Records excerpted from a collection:
((

import { describe, expect, it } from "vitest";
import { auditCommutators, findGoodBasis, GoodBasisError, Operator } from "../../src/index.js";
import { angularMomentum } from "../../src/models/angular-momentum.js";
import { ketPermutation } from "../../src/models/permutations.js";
import { perturb } from "../../src/perturb/perturb.js";
import {
  expectAllOrders,
  expectEnclosed,
  expectNear,
  expectValues,
  goodBasis,
  levelAt,
  pick,
  second,
  shift,
  shifts,
  solved,
  symmetric,
  weight,
} from "./support.js";

/** A d shell |2 m⟩, m = 2 … −2, in a cubic field, with the candidates C4z + C4z⁻¹ and C2x = exp(−iπL_x). */
const octahedron = symmetric(5, [
  [0, 0, 1],
  [0, 4, 5],
  [1, 1, -4],
  [2, 2, 6],
  [3, 3, -4],
  [4, 4, 1],
]);
const K = Operator.diagonal([-2, 0, 2, 0, -2]);
const C2x = { operator: ketPermutation([4, 3, 2, 1, 0]), label: "parity" } as const;
const orbitals = [
  { name: "z2", K: 2, C2x: 1 },
  { name: "x2-y2", K: -2, C2x: 1 },
  { name: "xy", K: -2, C2x: -1 },
  { name: "xz", K: 0, C2x: -1 },
  { name: "yz", K: 0, C2x: 1 },
];

// Bethe, Ann. Phys. 3, 133 (1929); Ballhausen, Introduction to Ligand Field Theory (1962). Octahedral 6 and −4 Dq, tetrahedral
// −2.67 and 1.78 Dq seen in a public copy (table after Day and Selbin, 1962); the cube's −8/9 from memory.
describe("d orbitals in cubic fields", () => {
  const fields = [
    {
      field: "octahedral",
      scale: 1,
      values: [
        [6, 2],
        [-4, 3],
      ] as const,
    },
    {
      field: "tetrahedral",
      scale: -4 / 9,
      values: [
        [-8 / 3, 2],
        [16 / 9, 3],
      ] as const,
    },
    {
      field: "cubic",
      scale: -8 / 9,
      values: [
        [-16 / 3, 2],
        [32 / 9, 3],
      ] as const,
    },
  ];
  const h0 = Operator.zero(5);

  it.each(fields)("$field: E1/Dq", ({ scale, values }) => {
    const basis = goodBasis({ h0, v: octahedron.scale(scale), candidates: { K, C2x } }, { depth: "labels" });
    expectAllOrders(basis.study);
    expectValues(shifts(basis.states), values, 1e-9);
  });

  it.each(orbitals)("$name carries its labels and shift", ({ name, K: k, C2x: c }) => {
    const basis = goodBasis({ h0, v: octahedron, candidates: { K, C2x } }, { depth: "labels" });
    expectEnclosed(shift(pick(basis, 0, { K: k, C2x: c })), name === "z2" || name === "x2-y2" ? 6 : -4, 1e-9);
  });

  it("has the matrix of (105/2)(x⁴ + y⁴ + z⁴ − 3/5) and the ratios of the rank-4 sums of point charges", () => {
    const { matrix, ratio } = cubicHarmonic();
    for (let i = 0; i < 5; i++) {
      for (let j = 0; j < 5; j++) expectNear(matrix(i, j), octahedron.entry(i, j).re, 1e-10);
    }
    expectNear(ratio("tetrahedron"), -4 / 9, 1e-10);
    expectNear(ratio("cube"), -8 / 9, 1e-10);
  });

  it("refuses L_z: [L_z, V] has norm 20√2", () => {
    const Lz = angularMomentum(2).z;
    const [finding] = auditCommutators({ h0, v: octahedron, candidates: { Lz } }).candidates;
    expect(finding?.withPerturbations[0]?.verdict).toBe("broken");
    expectNear(finding?.withPerturbations[0]?.norm ?? 0, 20 * Math.SQRT2, 1e-9);
    expect(finding?.reason).toContain("does not commute with V");
  });
});

// Day and Selbin, Theoretical Inorganic Chemistry (1962), table of d-orbital energies in Dq, seen in a public copy: square
// planar 12.28, −4.28, 2.28, −5.14 and square pyramid 9.14, 0.86, −0.86, −4.57 are the octahedron less its axial ligands.
describe("square-planar and square-pyramidal d levels", () => {
  const linear = Operator.diagonal([1, -4, 6, -4, 1])
    .scale(4 / 7)
    .plus(Operator.diagonal([-2, 1, 2, 1, -2]).scale(24 / 7));
  const basis = goodBasis({ h0: octahedron, v: linear.scale(-1), candidates: { K, C2x } }, { depth: "labels" });
  const table = [
    { name: "x2-y2", e0: 6, planar: 86 / 7, printedPlanar: 12.28, pyramid: 64 / 7, printedPyramid: 9.14 },
    { name: "z2", e0: 6, planar: -30 / 7, printedPlanar: -4.28, pyramid: 6 / 7, printedPyramid: 0.86 },
    { name: "xy", e0: -4, planar: 16 / 7, printedPlanar: 2.28, pyramid: -6 / 7, printedPyramid: -0.86 },
    { name: "xz", e0: -4, planar: -36 / 7, printedPlanar: -5.14, pyramid: -32 / 7, printedPyramid: -4.57 },
    { name: "yz", e0: -4, planar: -36 / 7, printedPlanar: -5.14, pyramid: -32 / 7, printedPyramid: -4.57 },
  ];

  it.each(table)("$name", ({ name, e0, planar, printedPlanar, pyramid, printedPyramid }) => {
    const labels = orbitals.find((orbital) => orbital.name === name);
    const state = pick(basis, e0, { K: labels?.K ?? 0, C2x: labels?.C2x ?? 0 });
    const e1 = shift(state);
    expectEnclosed(e1, planar - e0, 1e-10);
    expectNear(state.energy + e1.value, planar, 1e-10);
    expectNear(state.energy + e1.value, printedPlanar, 6e-3);
    expectNear(state.energy + e1.value / 2, pyramid, 1e-10);
    expectNear(state.energy + e1.value / 2, printedPyramid, 6e-3);
    expectEnclosed(second(basis, state), 0, 1e-10); // first order is exact here
  });

  it("the rank-4 share of two axial ligands is 4/7 of the octahedron's", () => {
    expectNear(cubicHarmonic().ratio("axis"), 4 / 7, 1e-12);
  });
});

// Abragam and Bleaney, Electron Paramagnetic Resonance of Transition Ions (1970); Wertz and Bolton, Electron Spin Resonance
// (1972): D/3 ± E and −2D/3; from memory.
describe("spin-1 zero-field splitting", () => {
  const spin = angularMomentum(1);
  const D = 1;
  const E = 0.1;
  const axial = Operator.diagonal([D / 3, (-2 * D) / 3, D / 3]);
  const rhombic = symmetric(3, [[0, 2, E]]); // E (S_x² − S_y²)
  // exp(−iπS_x) sends m to −m with a minus sign for spin 1.
  const rotation = ketPermutation([2, 1, 0], [-1, -1, -1]);

  it("writes E(S_x² − S_y²) as the matrix used", () => {
    const built = spin.x.times(spin.x).minus(spin.y.times(spin.y)).scale(E);
    expect(built.minus(rhombic).norm).toBeLessThanOrEqual(1e-16);
  });

  it("first order gives D/3 + E, D/3 − E, −2D/3, labelled by C2x", () => {
    const basis = goodBasis({ h0: axial, v: rhombic, candidates: { C2x: rotation } }, { depth: "labels" });
    expectAllOrders(basis.study);
    const sums = basis.states.map((state) => state.energy + shift(state).value);
    expectValues(
      sums,
      [
        [D / 3 + E, 1],
        [D / 3 - E, 1],
        [(-2 * D) / 3, 1],
      ],
      1e-10,
    );
  });

  it("T_x, with S_x T_x = 0, lies at D/3 − E", () => {
    const basis = goodBasis({ h0: axial, v: rhombic, candidates: { C2x: rotation } });
    const Tx = basis.states.filter((state) => Math.abs(weight(state, 0) - 0.5) < 1e-9 && shift(state).value < 0);
    expect(Tx).toHaveLength(1);
    const [state] = Tx;
    if (state === undefined) return;
    expectNear(state.energy + shift(state).value, D / 3 - E, 1e-12);
    // S_x on (1, 0, −1)/√2 vanishes.
    const { re } = state.vector;
    expect([...state.vector.kets]).toEqual([0, 2]);
    expectNear((re[0] ?? 0) + (re[1] ?? 0), 0, 1e-15);
  });

  it("the longitudinal field shifts by ±b²/2E at second order", () => {
    const h0 = axial.plus(rhombic);
    const basis = goodBasis({ h0, v: spin.z });
    expectEnclosed(second(basis, pick(basis, D / 3 + E)), 1 / (2 * E), 1e-9);
    expectEnclosed(second(basis, pick(basis, D / 3 - E)), -1 / (2 * E), 1e-9);
    expectEnclosed(second(basis, pick(basis, (-2 * D) / 3)), 0, 1e-9);
  });

  it("S_z² alone does not tell m = 1 from m = −1: refused with labels, good when V may finish", () => {
    const problem = { h0: axial, v: rhombic, candidates: { Sz2: Operator.diagonal([1, 0, 1]) } };
    const refused = findGoodBasis(problem, { depth: "labels" });
    expect(refused.verdict).toBe("not good");
    if (refused.verdict !== "not good") return;
    expect(refused.couplings).toHaveLength(1);
    // The element is E; the off-diagonal block has Frobenius norm √2 E.
    expectNear(refused.couplings[0]?.size ?? 0, E, 1e-9);
    expectNear(Math.SQRT2 * (refused.couplings[0]?.size ?? 0), 0.1414213562, 1e-9);

    const basis = goodBasis(problem);
    for (const state of levelAt(basis, D / 3)) expect(state.safe).toEqual({ energies: 2, states: 0 });
    expect(pick(basis, (-2 * D) / 3).safe).toEqual({ energies: "all", states: "all" });
    expectValues(
      shifts(levelAt(basis, D / 3)),
      [
        [E, 1],
        [-E, 1],
      ],
      1e-10,
    );
    const { index } = pick(basis, (-2 * D) / 3);
    expect(perturb(basis, { states: 1, select: [index] }).states).toHaveLength(1);
    const unsafe = (): unknown => perturb(basis, { states: 1 });
    expect(unsafe).toThrow(GoodBasisError);
    expect(unsafe).toThrow(expect.objectContaining({ code: "unsafe-order" }));
  });
});

// Kramers, Proc. Amsterdam Acad. 33, 959 (1930); Wigner, Gött. Nachr. 1932, 546; Abragam and Bleaney (1970). The theorem seen
// in public copies.
describe("Kramers doublets in even crystal fields", () => {
  it.each([1.5, 2.5, 3.5, 4.5])("J = %d: every level of H0 + 0.3 V is two-fold", (j) => {
    const { h0, v } = randomEvenField(j, 17);
    const { levels } = solved(h0.plus(v.scale(0.3)));
    expect(levels.map((level) => level.degeneracy)).toEqual(new Array<number>(j + 0.5).fill(2));
    for (const { spread } of levels) expectNear(spread, 0, 1e-9);
  });

  it.each([2, 3])("J = %d: all levels are distinct", (j) => {
    const { h0, v } = randomEvenField(j, 17);
    const { levels } = solved(h0.plus(v.scale(0.3)));
    expect(levels.map((level) => level.degeneracy)).toEqual(new Array<number>(2 * j + 1).fill(1));
    for (const { gapAbove } of levels) if (gapAbove !== null) expect(gapAbove).toBeGreaterThan(1e-4);
  });

  it.each([2.5, 4.5])("J = %d in a D2 field: pairs carry ±i and equal E0, E1, E2", (j) => {
    const { n, z, plus, minus, squared } = angularMomentum(j);
    const raised = (power: number): Operator => plus.power(power).plus(minus.power(power));
    const bracket = z.times(z).scale(7).minus(squared).minus(Operator.identity(n).scale(5));
    const v = Operator.sum(
      raised(2).scale(0.5 * 0.8),
      bracket.anticommutator(raised(2)).scale(0.25 * 0.03),
      raised(4).scale(0.5 * 0.07),
    );
    // exp(−iπm): −i for m = 1/2, i for m = −1/2, period 2.
    const turn = Array.from({ length: n }, (_, k) => ({ re: 0, im: (((j - k - 0.5) % 2) + 2) % 2 === 0 ? -1 : 1 }));
    const C2z = {
      operator: ketPermutation(
        turn.map((_, k) => k),
        turn,
      ),
      label: { root: 4 },
    } as const;
    const basis = goodBasis({ h0: axialField(j), v, candidates: { C2z } }, { depth: "labels" });
    expectAllOrders(basis.study);
    expect(basis.levels.map((level) => level.degeneracy)).toEqual(new Array<number>(j + 0.5).fill(2));
    for (const { energy } of basis.levels) {
      const [a, b] = levelAt(basis, energy);
      if (a === undefined || b === undefined) throw new Error("a doublet has two states");
      expect([a.labels.C2z.text, b.labels.C2z.text]).toEqual(["+i", "−i"]);
      expectNear(a.energy, b.energy, 1e-9);
      expectNear(shift(a).value, shift(b).value, 1e-9);
      expectNear(second(basis, a).value, second(basis, b).value, 1e-9);
    }
  });
});

/** O20 = 3 J_z² − J(J + 1). */
function axialField(j: number): Operator {
  const { z, squared } = angularMomentum(j);
  return z.times(z).scale(3).minus(squared);
}

/** O20 and thirty Hermitian polynomials of even degree in J_x, J_y, J_z with random real coefficients. */
function randomEvenField(j: number, seed: number): { h0: Operator; v: Operator } {
  const { n, x, y, z } = angularMomentum(j);
  let state = seed;
  const random = (): number => {
    state = (Math.imul(state, 1664525) + 1013904223) >>> 0;
    return state / 2 ** 32;
  };
  const axes = [x, y, z];
  const draw = (): Operator => axes[Math.floor(3 * random())] ?? z;
  let v = Operator.zero(n);
  for (let term = 0; term < 30; term++) {
    let product = draw().times(draw());
    if (random() < 0.5) product = product.times(draw()).times(draw());
    v = v.plus(product.plus(product.adjoint()).scale(random() - 0.5));
  }
  return { h0: axialField(j), v: v.hermitianPart() };
}

/**
 * ⟨2m|(105/2)(x⁴ + y⁴ + z⁴ − 3/5)|2m′⟩ by exact quadrature on the sphere, and the rank-4 cubic share Σ (x⁴ + y⁴ + z⁴ − 3/5) of
 * arrangements of unit charges at one distance, against the octahedron's. For charges on an axis the share that counts is that
 * of the axial rank-4 harmonic, whose ratio is 2/(2 + 4·3/8).
 */
function cubicHarmonic() {
  const nodes = [-1, 1].flatMap((sign) => gaussNodes.map(([t, w]) => [sign * t, w] as const));
  const turns = 16;
  const matrix = (i: number, j: number): number => {
    const m = 2 - i;
    const k = 2 - j;
    let sum = 0;
    for (const [t, w] of nodes) {
      const s = Math.sqrt(1 - t * t);
      for (let a = 0; a < turns; a++) {
        const phi = (2 * Math.PI * a) / turns;
        const x = s * Math.cos(phi);
        const y = s * Math.sin(phi);
        const field = (105 / 2) * (x ** 4 + y ** 4 + t ** 4 - 3 / 5);
        sum += w * ((2 * Math.PI) / turns) * theta(m, t) * theta(k, t) * field * Math.cos((k - m) * phi);
      }
    }
    return sum;
  };
  const square = Math.sqrt(1 / 3);
  const corners = [-1, 1].flatMap((a) =>
    [-1, 1].flatMap((b) => [-1, 1].map((c) => [a * square, b * square, c * square])),
  );
  const faces = [0, 1, 2].flatMap((axis) => [-1, 1].map((sign) => [0, 1, 2].map((k) => (k === axis ? sign : 0))));
  const cubic = (points: readonly (readonly number[])[]): number =>
    points.reduce((sum, p) => sum + p.reduce((all, x) => all + x ** 4, 0) - 3 / 5, 0);
  // P4(cos θ) = (35 z⁴ − 30 z² + 3)/8 summed over the charges.
  const axial = (points: readonly (readonly number[])[]): number =>
    points.reduce((sum, [, , z = 0]) => sum + (35 * z ** 4 - 30 * z ** 2 + 3) / 8, 0);
  const ratio = (shape: "tetrahedron" | "cube" | "axis"): number => {
    if (shape === "axis") return axial(faces.filter((p) => p[2] !== 0)) / axial(faces);
    const points = shape === "cube" ? corners : corners.filter(([a = 0, b = 0, c = 0]) => a * b * c > 0);
    return cubic(points) / cubic(faces);
  };
  return { matrix, ratio };
}

/** Gauss–Legendre nodes and weights of ten points, positive half; values from memory (handbook table). */
const gaussNodes: readonly (readonly [number, number])[] = [
  [0.1488743389816312, 0.2955242247147529],
  [0.4333953941292472, 0.2692667193099963],
  [0.6794095682990244, 0.2190863625159821],
  [0.8650633666889845, 0.1494513491505806],
  [0.9739065285171717, 0.0666713443086881],
];

/** The polar factor of Y_2m at cos θ = t, with Condon–Shortley phases. */
function theta(m: number, t: number): number {
  const s = Math.sqrt(1 - t * t);
  const size = Math.abs(m);
  const sign = m === 1 ? -1 : 1;
  if (size === 0) return Math.sqrt(5 / (16 * Math.PI)) * (3 * t * t - 1);
  if (size === 1) return sign * Math.sqrt(15 / (8 * Math.PI)) * s * t;
  return Math.sqrt(15 / (32 * Math.PI)) * s * s;
}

))

▸ **EXERCISE OBJECTIVE**:
Among the entries above, copy exactly only the lines starting with the one containing "expectEnclosed(e1, planar - e0, 1e-10);" and going through the one containing "Electron Spin Resonance", both ends included.

▸ **FINISHED EXERCISE**:
    expectEnclosed(e1, planar - e0, 1e-10);
    expectNear(state.energy + e1.value, planar, 1e-10);
    expectNear(state.energy + e1.value, printedPlanar, 6e-3);
    expectNear(state.energy + e1.value / 2, pyramid, 1e-10);
    expectNear(state.energy + e1.value / 2, printedPyramid, 6e-3);
    expectEnclosed(second(basis, state), 0, 1e-10); // first order is exact here
  });

  it("the rank-4 share of two axial ligands is 4/7 of the octahedron's", () => {
    expectNear(cubicHarmonic().ratio("axis"), 4 / 7, 1e-12);
  });
});

// Abragam and Bleaney, Electron Paramagnetic Resonance of Transition Ions (1970); Wertz and Bolton, Electron Spin Resonance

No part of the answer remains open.